Cache like you mean it:
- CDN (Cloudflare/Fastly/Akamai) with stale-while-revalidate. Move cacheable edges out of origin.
- Service Worker for repeat visits.
Backend basics:
- Remove N+1s with request-level tracing (OpenTelemetry + Jaeger/Tempo). p95 often –20–40%.
- Add proper DB indexes and timeouts; watch EXPLAIN ANALYZE.

Nginx Brotli + caching example:

# nginx.conf (excerpt)
http {
  brotli on; brotli_comp_level 5; brotli_types text/plain text/css application/json application/javascript image/svg+xml;
  gzip off; # don’t double-compress
  proxy_cache_path /var/cache/nginx levels=1:2 keys_zone=STATIC:100m inactive=7d use_temp_path=off;
  server {
    location /assets/ {
      add_header Cache-Control "public, max-age=31536000, immutable";
      brotli_static on;
    }
    location /api/ {
      proxy_pass http://app;
      proxy_connect_timeout 2s; proxy_read_timeout 5s;
    }
  }
}

Vite code splitting sanity:

// vite.config.ts (excerpt)
export default defineConfig({
  build: {
    sourcemap: true,
    rollupOptions: {
      output: {
        manualChunks(id) {
          if (id.includes('node_modules')) return 'vendor';
        }
      }
    }
  }
});

SQL plan check you can paste into psql:

EXPLAIN (ANALYZE, BUFFERS)
SELECT o.id, o.total, u.email
FROM orders o
JOIN users u ON u.id = o.user_id
WHERE o.created_at > now() - interval '7 days'
AND o.status = 'paid'
ORDER BY o.created_at DESC
LIMIT 50;

If Rows Removed by Filter explodes and there’s no index on (status, created_at), you’ve found your culprit.
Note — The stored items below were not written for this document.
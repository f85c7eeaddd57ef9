//! The batch driver of `apply`: skips images whose outputs are complete, predicts the
//! others one after the other, writes their outputs and resume records, and counts the
//! class areas of every image (from the records for the skipped ones).
//!
//! Encoding the PNGs of one image overlaps the decoding and prediction of the next: PNG
//! coding is single-threaded, prediction uses every core. Images above
//! [`stream_above_pixels`] are streamed instead when tiling is on ([`super::streamed`]): never
//! decoded whole, written band by band, with the same files, counts and records, smoothing
//! on or off.

use std::collections::HashMap;
use std::path::PathBuf;
use std::sync::mpsc::sync_channel;
use std::time::Instant;

use crate::batch::record::{ImageRecord, Records};
use crate::batch::shard::Shard;
use crate::batch::streamed::{
    segment_streamed, stream_above_pixels, streamed_beta, StreamSmoothing, Streamed,
};
use crate::dataset::stem_of;
use crate::error::Result;
use crate::eval::areas::{count_classes, AreaTable, RoiMasks};
use crate::imageio::stream::{open_streamable, RowSource};
use crate::imageio::tiff_tags::TiffTag;
use crate::imageio::{read_image, RasterImage};
use crate::outputs::{pass_through_tags, write_outputs, OutputOptions};
use crate::prediction::Prediction;
use crate::segmenter::Segmenter;
use crate::smooth::SmoothSettings;

/// One run of `apply` over a list of images (already restricted to this shard).
pub struct BatchJob<'a> {
    pub model: &'a Segmenter,
    /// SHA-256 of the model file, recorded beside the outputs.
    pub model_sha256: String,
    pub images: Vec<PathBuf>,
    pub out_dir: PathBuf,
    pub options: OutputOptions,
    /// Recorded in the records and log lines when the run is one shard of several.
    pub shard: Option<Shard>,
    /// Redo every image even when its outputs are complete.
    pub force: bool,
    /// Count areas only inside these masks.
    pub roi: Option<&'a RoiMasks>,
    /// Tile side for prediction (`tiling::predict_tiled`; 0 = whole image).
    pub tile: usize,
    /// Pairwise smoothing of every map (validated).
    pub smoothing: SmoothSettings,
}

/// What the driver reports while it runs (for progress bars and `--log-json`).
#[derive(Debug)]
pub enum BatchEvent<'a> {
    /// These images already have complete outputs from the same model; not redone.
    Skipping(&'a [ImageRecord]),
    /// An image's outputs and record are written.
    Done(&'a ImageRecord),
    /// Something the user should know that does not stop the run.
    Warning(String),
    /// `rows` of the `height` rows of a streamed image are finished (sent now and then; some
    /// may be dropped while the writer is busy).
    Rows {
        image: &'a std::path::Path,
        rows: usize,
        height: usize,
    },
}

/// Totals of one run.
#[derive(Clone, Copy, Debug, Default, PartialEq)]
pub struct BatchSummary {
    pub done: usize,
    pub skipped: usize,
    /// Pixels of the images done (not of the skipped ones).
    pub pixels: u64,
    pub seconds: f64,
}

enum Work {
    Warning(String),
    /// Predicted whole; its maps are still to be written.
    Image {
        path: PathBuf,
        image: RasterImage,
        prediction: Prediction,
        /// Passed on to TIFF maps.
        tags: Vec<TiffTag>,
        started: Instant,
    },
    /// Streamed: its maps are written, its record is not.
    Streamed {
        path: PathBuf,
        streamed: Streamed,
        started: Instant,
    },
    Rows {
        path: PathBuf,
        rows: usize,
        height: usize,
    },
}

impl BatchJob<'_> {
    /// The resume records of this job's output folder, model and settings.
    pub fn records(&self) -> Records {
        // What makes the outputs and counts differ: the maps asked for, the ROI folder
        // (masks edited in place are not noticed: --force) and the smoothing.
        let options = serde_json::json!({
            "outputs": self.options,
            "roi": self.roi.map(|r| r.dir().display().to_string()),
            "smoothing": self.smoothing,
        });
        Records::new(&self.out_dir, &self.model_sha256, options)
    }

    /// Splits the images into those to do and the records of those already complete.
    pub fn plan(&self) -> (Vec<PathBuf>, Vec<ImageRecord>) {
        let records = self.records();
        let mut todo = Vec::new();
        let mut complete = Vec::new();
        for path in &self.images {
            match records.complete(&stem_of(path)).filter(|_| !self.force) {
                Some(rec) => complete.push(rec),
                None => todo.push(path.clone()),
            }
        }
        (todo, complete)
    }

    /// Runs the job and adds every image's class counts to `areas`, in the order of
    /// `images` (so a resumed run writes the same table as a fresh one); `on_event` is
    /// called from one thread at a time, in order.
    pub fn run(
        &self,
        areas: &mut AreaTable,
        mut on_event: impl FnMut(BatchEvent) + Send,
    ) -> Result<BatchSummary> {
        let t0 = Instant::now();
        let records = self.records();
        let (todo, complete) = self.plan();
        if !complete.is_empty() {
            on_event(BatchEvent::Skipping(&complete));
        }
        let shard = self.shard.map(|s| s.to_string());
        let mut summary = BatchSummary {
            skipped: complete.len(),
            ..BatchSummary::default()
        };
        let model = self.model;
        let mut counts: HashMap<String, Vec<u64>> = complete
            .iter()
            .map(|r| {
                (
                    stem_of(std::path::Path::new(&r.image)),
                    r.class_pixels.clone(),
                )
            })
            .collect();
        std::thread::scope(|scope| -> Result<()> {
            let (tx, rx) = sync_channel::<Work>(1);
            let summary = &mut summary;
            let counts = &mut counts;
            let writer = scope.spawn(move || -> Result<()> {
                for work in rx {
                    let (path, files, (width, height), class_pixels, started, streamed) = match work
                    {
                        Work::Warning(w) => {
                            on_event(BatchEvent::Warning(w));
                            continue;
                        }
                        Work::Rows { path, rows, height } => {
                            on_event(BatchEvent::Rows {
                                image: &path,
                                rows,
                                height,
                            });
                            continue;
                        }
                        Work::Image {
                            path,
                            image,
                            prediction,
                            tags,
                            started,
                        } => {
                            let stem = stem_of(&path);
                            let written = write_outputs(
                                &self.out_dir,
                                &stem,
                                &image,
                                &prediction,
                                &model.classes,
                                &self.options,
                                &tags,
                            )?;
                            let size = (image.width, image.height);
                            let mask = match self.roi {
                                Some(r) => Some(r.mask(&stem, size.0, size.1)?),
                                None => None,
                            };
                            let k = model.classes.len();
                            let counts = count_classes(&written.index, k, mask.as_deref());
                            (path, written.files, size, counts, started, false)
                        }
                        Work::Streamed {
                            path,
                            streamed: s,
                            started,
                        } => (path, s.files, (s.width, s.height), s.counts, started, true),
                    };
                    let stem = stem_of(&path);
                    let pixels = (width * height) as u64;
                    let secs = started.elapsed().as_secs_f64();
                    let mut rec = records.make(
                        &path,
                        &files,
                        pixels,
                        class_pixels.clone(),
                        secs,
                        shard.clone(),
                    );
                    rec.streamed = streamed;
                    records.write(&stem, &rec)?;
                    counts.insert(stem, class_pixels);
                    summary.done += 1;
                    summary.pixels += pixels;
                    on_event(BatchEvent::Done(&rec));
                }
                Ok(())
            });
            let mut predicted = Ok(());
            let mut warned = false;
            let mut unlike = 0usize;
            for path in todo {
                let started = Instant::now();
                let work = match self.predict(&path, &tx, &mut warned, &mut unlike) {
                    Ok(Some(w)) => w,
                    Ok(None) => break, // the writer stopped on an error, which join reports
                    Err(e) => {
                        predicted = Err(e);
                        break;
                    }
                };
                let work = match work {
                    Done::Whole(image, prediction, tags) => Work::Image {
                        path,
                        image,
                        prediction,
                        tags,
                        started,
                    },
                    Done::Streamed(streamed) => Work::Streamed {
                        path,
                        streamed,
                        started,
                    },
                };
                if tx.send(work).is_err() {
                    break; // the writer stopped on an error, which join reports
                }
            }
            drop(tx);
            let written = writer.join().expect("the output writer does not panic");
            predicted.and(written)
        })?;
        for path in &self.images {
            let stem = stem_of(path);
            if let Some(c) = counts.get(&stem) {
                areas.add_counts(&stem, c);
            }
        }
        summary.seconds = t0.elapsed().as_secs_f64();
        Ok(summary)
    }
}

/// One image predicted by the main loop of [`BatchJob::run`].
enum Done {
    /// Whole: the maps are for the writer thread to write.
    Whole(RasterImage, Prediction, Vec<TiffTag>),
    /// Streamed: maps already written.
    Streamed(Streamed),
}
Ship safely: canaries and flags catch what CI can’t

Even with solid CI gates, the real world hits differently. Add runtime guardrails:

Canary deploys with Argo Rollouts or Flagger on Kubernetes; watch p95, error rate, and Web Vitals proxies (TTFB via synthetic).
Feature flags (LaunchDarkly/Unleash) around heavy code paths; roll back without redeploys.

Argo Rollouts analysis gating on p95:

apiVersion: argoproj.io/v1alpha1
kind: AnalysisTemplate
metadata:
  name: p95-latency
spec:
  metrics:
  - name: http-p95
    interval: 1m
    successCondition: result < 0.25
    failureCondition: result >= 0.25
    provider:
      prometheus:
        address: http://prometheus.monitoring:9090
        query: |
          histogram_quantile(0.95, sum(rate(http_request_duration_seconds_bucket{job="checkout"}[5m])) by (le))

Tie this to a 10% → 25% → 50% rollout. If p95 tips over 250ms, the rollout pauses and auto-aborts. Your pager stays quiet.

Prove the dollars: connect perf to revenue

At a retail client, we cut search LCP from 3.0s → 2.2s with code splitting, image AVIF, and CDN tuning. A two-week switchback test (50/50, weekend-inclusive) showed:

+1.9% product views from search
+1.2% add-to-cart
+0.6% checkout completion
Net +$410k/month projected

Another B2B SaaS: shaving 120ms off p95 on the dashboard (query index + response shaping) reduced support tickets tagged “slow” by 18% and improved trial-to-paid by 0.4%.

Put this in your board deck. Performance isn’t a virtue signal; it’s a lever.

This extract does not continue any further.